[Opening INPUT section]

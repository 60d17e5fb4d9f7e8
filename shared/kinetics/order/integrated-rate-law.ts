/**
 * The integrated rate law C(t) of a reaction of order n, and its derivatives with respect to the
 * parameters (initial value C0, rate constant k, order n), evaluated at one time.
 *
 * Convention (stated in every method statement): the rate law is −dC/dt = k·Cⁿ, so k is positive
 * for a value that falls, and its unit is valueUnit^(1−n)/timeUnit (docs/methods.md#conventions).
 *
 * Formula in words:
 * - order 0: C = C0 − k·t until the value reaches 0 at t = C0/k, and 0 after that;
 * - order 1: C = C0·exp(−k·t);
 * - order 2: C = C0 / (1 + k·C0·t);
 * - general n ≠ 1: C^(1−n) = C0^(1−n) + (n − 1)·k·t. Written with m = n − 1, u = k·C0^m·t and
 *   x = m·u it is ln C = ln C0 − ln(1 + x)/m, and ln(1 + x)/m is computed as u·log1p(x)/x, which
 *   tends smoothly to u (first order) as n → 1, so orders near 1 lose no digits. For n < 1 the
 *   value reaches 0 where 1 + x = 0 and stays there; for n > 1 with a rising value (k < 0) the
 *   law has no solution once 1 + x ≤ 0, and the parameter set is reported as infeasible (NaN).
 * - derivatives of ln C: ∂/∂C0 = 1/(C0·(1 + x)), ∂/∂k = −t·C0^m/(1 + x),
 *   ∂/∂n = −(u²·q(x) + u·ln C0)/(1 + x) with q(x) = (x − (1 + x)·ln(1 + x))/x², whose series
 *   −1/2 + x/6 − x²/12 + x³/20 − … is used for small x. ∂C/∂θ = C·∂ln C/∂θ.
 *
 * Reference: integrated laws and their domain: OpenStax Chemistry 2e §12.4 (orders 0–2); the n-th-order
 * law as in Atkins, Physical Chemistry (from memory); the finite end of orders below 1 (M. Peleg,
 * Wolfram Demonstrations "Kinetic Order of Degradation Reactions"); derivatives by differentiation.
 *
 * Throws nothing; an infeasible parameter set returns NaN, which the fitter treats as "step rejected"
 * and never passes on.
 *
 * Example: `rateLawValue(1, 100, 0.1, 0, 10, null)` is 100·e^(−1) = 36.79;
 * `rateLawValue(2, 100, 0.001, 2, 10, null)` is 100/(1 + 1) = 50.
 */

/** Below this |x| the series of q(x) is used; its truncation error (< x⁶/56) is then below 1e-13. */
const SMALL_X_FOR_SERIES = 1e-2;

function q(x: number, log1pX: number): number {
  if (Math.abs(x) < SMALL_X_FOR_SERIES) {
    return -1 / 2 + x * (1 / 6 + x * (-1 / 12 + x * (1 / 20 + x * (-1 / 30 + x / 42))));
  }
  return (x - (1 + x) * log1pX) / (x * x);
}

/** The parameters of one rate law with the per-parameter-set constants precomputed once. */
export interface PreparedRateLaw {
  readonly order: 0 | 1 | 2 | 'n';
  readonly initialValue: number;
  readonly rateConstant: number;
  readonly n: number;
  /** ln C0 (general law only; NaN when C0 ≤ 0, which makes the general law infeasible). */
  readonly logInitial: number;
  /** C0^(n−1) (general law only). */
  readonly initialPower: number;
}

/** Precomputes ln C0 and C0^(n−1) so that evaluating many times costs two or three transcendental calls each. */
export function prepareRateLaw(
  order: 0 | 1 | 2 | 'n',
  initialValue: number,
  rateConstant: number,
  n: number = order === 'n' ? 1 : order,
): PreparedRateLaw {
  const logInitial = order === 'n' && initialValue > 0 ? Math.log(initialValue) : Number.NaN;
  const initialPower = order === 'n' ? Math.exp((n - 1) * logInitial) : 1;
  return { order, initialValue, rateConstant, n, logInitial, initialPower };
}

/**
 * C(t) for the prepared law. When `gradient` is given, ∂C/∂C0, ∂C/∂k and (general law only) ∂C/∂n
 * are written into it at indices 0, 1, 2.
 */
export function rateLawAt(law: PreparedRateLaw, time: number, gradient: Float64Array | null): number {
  const { order, initialValue, rateConstant } = law;
  if (order === 0) {
    const value = initialValue - rateConstant * time;
    if (value <= 0 && initialValue > 0 && rateConstant > 0) {
      if (gradient !== null) {
        gradient[0] = 0;
        gradient[1] = 0;
      }
      return 0;
    }
    if (gradient !== null) {
      gradient[0] = 1;
      gradient[1] = -time;
    }
    return value;
  }
  if (order === 1) {
    const decay = Math.exp(-rateConstant * time);
    const value = initialValue * decay;
    if (gradient !== null) {
      gradient[0] = decay;
      gradient[1] = -time * value;
    }
    return value;
  }
  if (order === 2) {
    const denominator = 1 + rateConstant * initialValue * time;
    if (!(denominator > 0)) return Number.NaN;
    const value = initialValue / denominator;
    if (gradient !== null) {
      gradient[0] = 1 / (denominator * denominator);
      gradient[1] = -time * value * value;
    }
    return value;
  }
  return generalOrderAt(law, time, gradient);
}

function generalOrderAt(law: PreparedRateLaw, time: number, gradient: Float64Array | null): number {
  const { initialValue, rateConstant, logInitial, initialPower } = law;
  if (!(initialValue > 0)) return Number.NaN;
  const m = law.n - 1;
  const u = rateConstant * initialPower * time;
  const x = m * u;
  const onePlusX = 1 + x;
  if (!(onePlusX > 0)) {
    if (m < 0) {
      if (gradient !== null) {
        gradient[0] = 0;
        gradient[1] = 0;
        gradient[2] = 0;
      }
      return 0;
    }
    return Number.NaN;
  }
  const log1pX = Math.log1p(x);
  const reduction = x === 0 ? u : (u * log1pX) / x;
  const value = Math.exp(logInitial - reduction);
  if (gradient !== null) {
    gradient[0] = value / (initialValue * onePlusX);
    gradient[1] = (-value * time * initialPower) / onePlusX;
    gradient[2] = (-value * (u * u * q(x, log1pX) + u * logInitial)) / onePlusX;
  }
  return value;
}

/** Convenience for one evaluation: `rateLawAt(prepareRateLaw(order, C0, k, n), t, gradient)`. */
export function rateLawValue(
  order: 0 | 1 | 2 | 'n',
  initialValue: number,
  rateConstant: number,
  n: number,
  time: number,
  gradient: Float64Array | null,
): number {
  return rateLawAt(prepareRateLaw(order, initialValue, rateConstant, n), time, gradient);
}

/**
 * The general law in initial-rate form, used by the free-order fit: parameters C0, r0 = k·C0ⁿ (the
 * initial rate, −dC/dt at t = 0) and n. Then u = (r0/C0)·t no longer depends on n, and at low
 * conversion C0 and r0 are fixed by the data almost independently of n, which straightens the long
 * curved valley of the (C0, k, n) parametrisation (a standard reparametrisation for conditioning;
 * Bates & Watts 1988 §3.2, from memory). ∂ln C/∂C0 = (1 + u/(1 + x))/C0, ∂ln C/∂r0 = −t/(C0·(1 + x)),
 * ∂ln C/∂n = −u²·q(x)/(1 + x). Returns NaN where the law is undefined (C0 ≤ 0, or 1 + x ≤ 0 with n > 1).
 *
 * Example: `initialRateLawAt(100, 1, 1, 10, null)` is 100·e^(−0.1) = 90.48 (first order, k = 0.01).
 */
export function initialRateLawAt(
  initialValue: number,
  initialRate: number,
  n: number,
  time: number,
  gradient: Float64Array | null,
): number {
  if (!(initialValue > 0)) return Number.NaN;
  const m = n - 1;
  const u = (initialRate / initialValue) * time;
  const x = m * u;
  const onePlusX = 1 + x;
  if (!(onePlusX > 0)) {
    if (m < 0) {
      if (gradient !== null) gradient.fill(0);
      return 0;
    }
    return Number.NaN;
  }
  const log1pX = Math.log1p(x);
  const value = initialValue * Math.exp(-(x === 0 ? u : (u * log1pX) / x));
  if (gradient !== null) {
    gradient[0] = (value * (1 + u / onePlusX)) / initialValue;
    gradient[1] = (-value * time) / (initialValue * onePlusX);
    gradient[2] = (-value * u * u * q(x, log1pX)) / onePlusX;
  }
  return value;
}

[Closing INPUT section]

YOUR OBJECTIVE |
Looking at the data above, show all lines where the word "derivatives" occurs.

SOLUTION FOR THIS TASK |
 * The integrated rate law C(t) of a reaction of order n, and its derivatives with respect to the
 * - derivatives of ln C: ∂/∂C0 = 1/(C0·(1 + x)), ∂/∂k = −t·C0^m/(1 + x),
 * Wolfram Demonstrations "Kinetic Order of Degradation Reactions"); derivatives by differentiation.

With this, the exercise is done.